The head of the Interior Department agreed to “quickly process” oil companies’ requests about royalty payments, according to a key Gulf Coast Republican.
At least a dozen Republicans and a Democrat from oil-producing states are calling on Interior to waive royalty payments companies hand over to the federal government, citing the coronavirus pandemic, which has knocked back demand and sent already-cheap oil and gas prices plummeting
Supporters of the waivers also cited the effects of a price war between Russia and Saudi Arabia, but that was reported to have been resolved on Thursday.
Waving royalty fees would be a multibillion-dollar windfall for the industry and also cut the federal and state governments out of revenue on the brink of a national recession. Royalties surpassed $7 billion in 2018.
Louisiana Sen. Bill Cassidy said he talked Tuesday with Interior Secretary David Bernhardt about protecting oil and gas jobs.
“He promised to quickly process targeted royalty relief on the outer continental shelf using existing law,” Cassidy said.
The department already has established processes by which companies can apply for discretionary royalty relief,” Interior spokesman Conner Swanson said in a statement.
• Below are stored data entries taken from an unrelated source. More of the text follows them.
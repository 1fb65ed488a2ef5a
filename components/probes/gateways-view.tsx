import { gatewayFields } from '@/components/probes/gateway-fields'
import { GatewayTable } from '@/components/probes/gateway-table'
import { RoomTabs } from '@/components/probes/room-tabs'
import { FormDialog } from '@/components/ui/form-dialog'
import { PageHead } from '@/components/ui/page-head'
import type { GatewayDto } from '@/lib/probes/schema'

/** All gateways, and the way to register one. */
export function GatewaysView({
  gateways,
  nowMs,
  mayWrite,
}: {
  gateways: readonly GatewayDto[]
  nowMs: number
  mayWrite: boolean
}) {
  return (
    <>
      <PageHead
        title="Gateways"
        sub="The boxes that read the probes. Each keeps its readings on its own disk until they are stored here."
        actions={mayWrite ? <NewGateway /> : undefined}
      />
      <RoomTabs current="gateways" />
      <GatewayTable gateways={gateways} nowMs={nowMs} mayWrite={mayWrite} />
    </>
  )
}

function NewGateway() {
  return (
    <FormDialog
      openLabel="Register a gateway"
      title="Register a gateway"
      submitLabel="Register"
      method="POST"
      path="/api/gateways"
      fields={gatewayFields()}
      doneHref="/probes/gateways/{id}"
    >
      <p>On its page you make the code by which its program enrols; without that it cannot send.</p>
    </FormDialog>
  )
}
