import type { FormField } from '@/components/ui/form-dialog'
import type { GatewayDto } from '@/lib/probes/schema'

/** A gateway's own fields, for registering and changing it. */
export function gatewayFields(gateway?: GatewayDto): FormField[] {
  return [
    { name: 'name', label: 'Name', kind: 'text', defaultValue: gateway?.name },
    {
      name: 'mayReplay',
      label: 'May send past instants',
      kind: 'checkbox',
      defaultValue: gateway?.mayReplay ?? false,
      hint: 'For imports and tests only. A gateway at a hearth must not.',
    },
  ]
}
“We also have in place processes through which companies may apply for the suspension of operations or production,” he said. “Such requests may be granted in cases where an operator is prevented from operating or producing on a lease for reasons beyond or outside their control. Entities that believe such relief may be appropriate to promote continued energy production and development can submit an application for relief to the appropriate bureau program.”
The Bureau of Safety and Environmental Enforcement has received one “pre-application” letter about royalties, said Swanson, who did not name the company. Under federal law, the Interior secretary can unilaterally waive royalty payments on and in U.S. land and water, such as in the Gulf of Mexico.
White House meeting
President Donald Trump, whose administration is now encouraging citizens to stay at home because of the pandemic, met in person with congressional Republicans and executives from eight oil and gas companies Friday to discuss protecting the industry.
“I’m with you 1,000 percent,” Trump said. It’s a very vital business.”
The companies with representatives present were Chevron Corp., Continental Resources Inc., Devon Energy, Exxon Mobil Corp., Hilcorp Energy Co., Occidental Petroleum Corp., Phillips 66 and Energy Transfer, a pipeline company.
International oil prices are hovering around $25 a barrel, the lowest in nearly two decades, after a decline triggered in early March — after Russia and Saudi Arabia did not reach a deal to cut their output — then further aggravated by the spreading global pandemic that has has drastically lessened demand with consumers working from their homes.
A meeting on Thursday by members of OPEC and Russia was expected to result in a deal to cut production as a way to stabilize the oil markets.
Congressional lawmakers from oil-producing states pushed the administration to pressure Saudi Arabia and Russia to settle their dispute and agree to limit production as a way to shore up the industry.
According to Bloomberg News, which cited unnamed delegates to the OPEC meeting, members of the oil cartel and its allies reached a tentative deal to cut their production by 10 million barrels a day.
Lou Pugliaresi, president of the Energy Policy Research Foundation, said that while cuts of 10 million barrels a day would help a bit, he anticipates the pain in the industry to continue until after global economies have recovered from the coronavirus pandemic.
“The real problem is a catastrophic loss of demand, which is over a quarter of the world’s oil consumption,” said Pugliaresi, who served in the National Security Council at the White House under the Reagan administration. “So, this problem is going to be endemic until the world goes back to work.”
It’s unclear if that agreement is contingent upon the U.S. also cutting its production as Russia has demanded.
The U.S. is expected to join a G-20 meeting Friday about stabilizing oil markets.
If Thursday’s OPEC meeting deal holds, it could also make it harder for lawmakers in Congress to push a bill that would provide $3 billion for the Department of Energy to buy oil and store it in the national stockpiles as a way to soak up the overabundance.
A provision to purchase crude oil for the strategic petroleum reserve was removed from a prior relief package after Democrats objected.
On Wednesday, a group of oil-state lawmakers introduced a bill that would make the money available for the oil-reserve purchase and demanded it be included in the next federal relief package. It would be “politically hard” to pass the Standard Sales Provisions, Pugliaresi said, without combining it with some environmental provisions.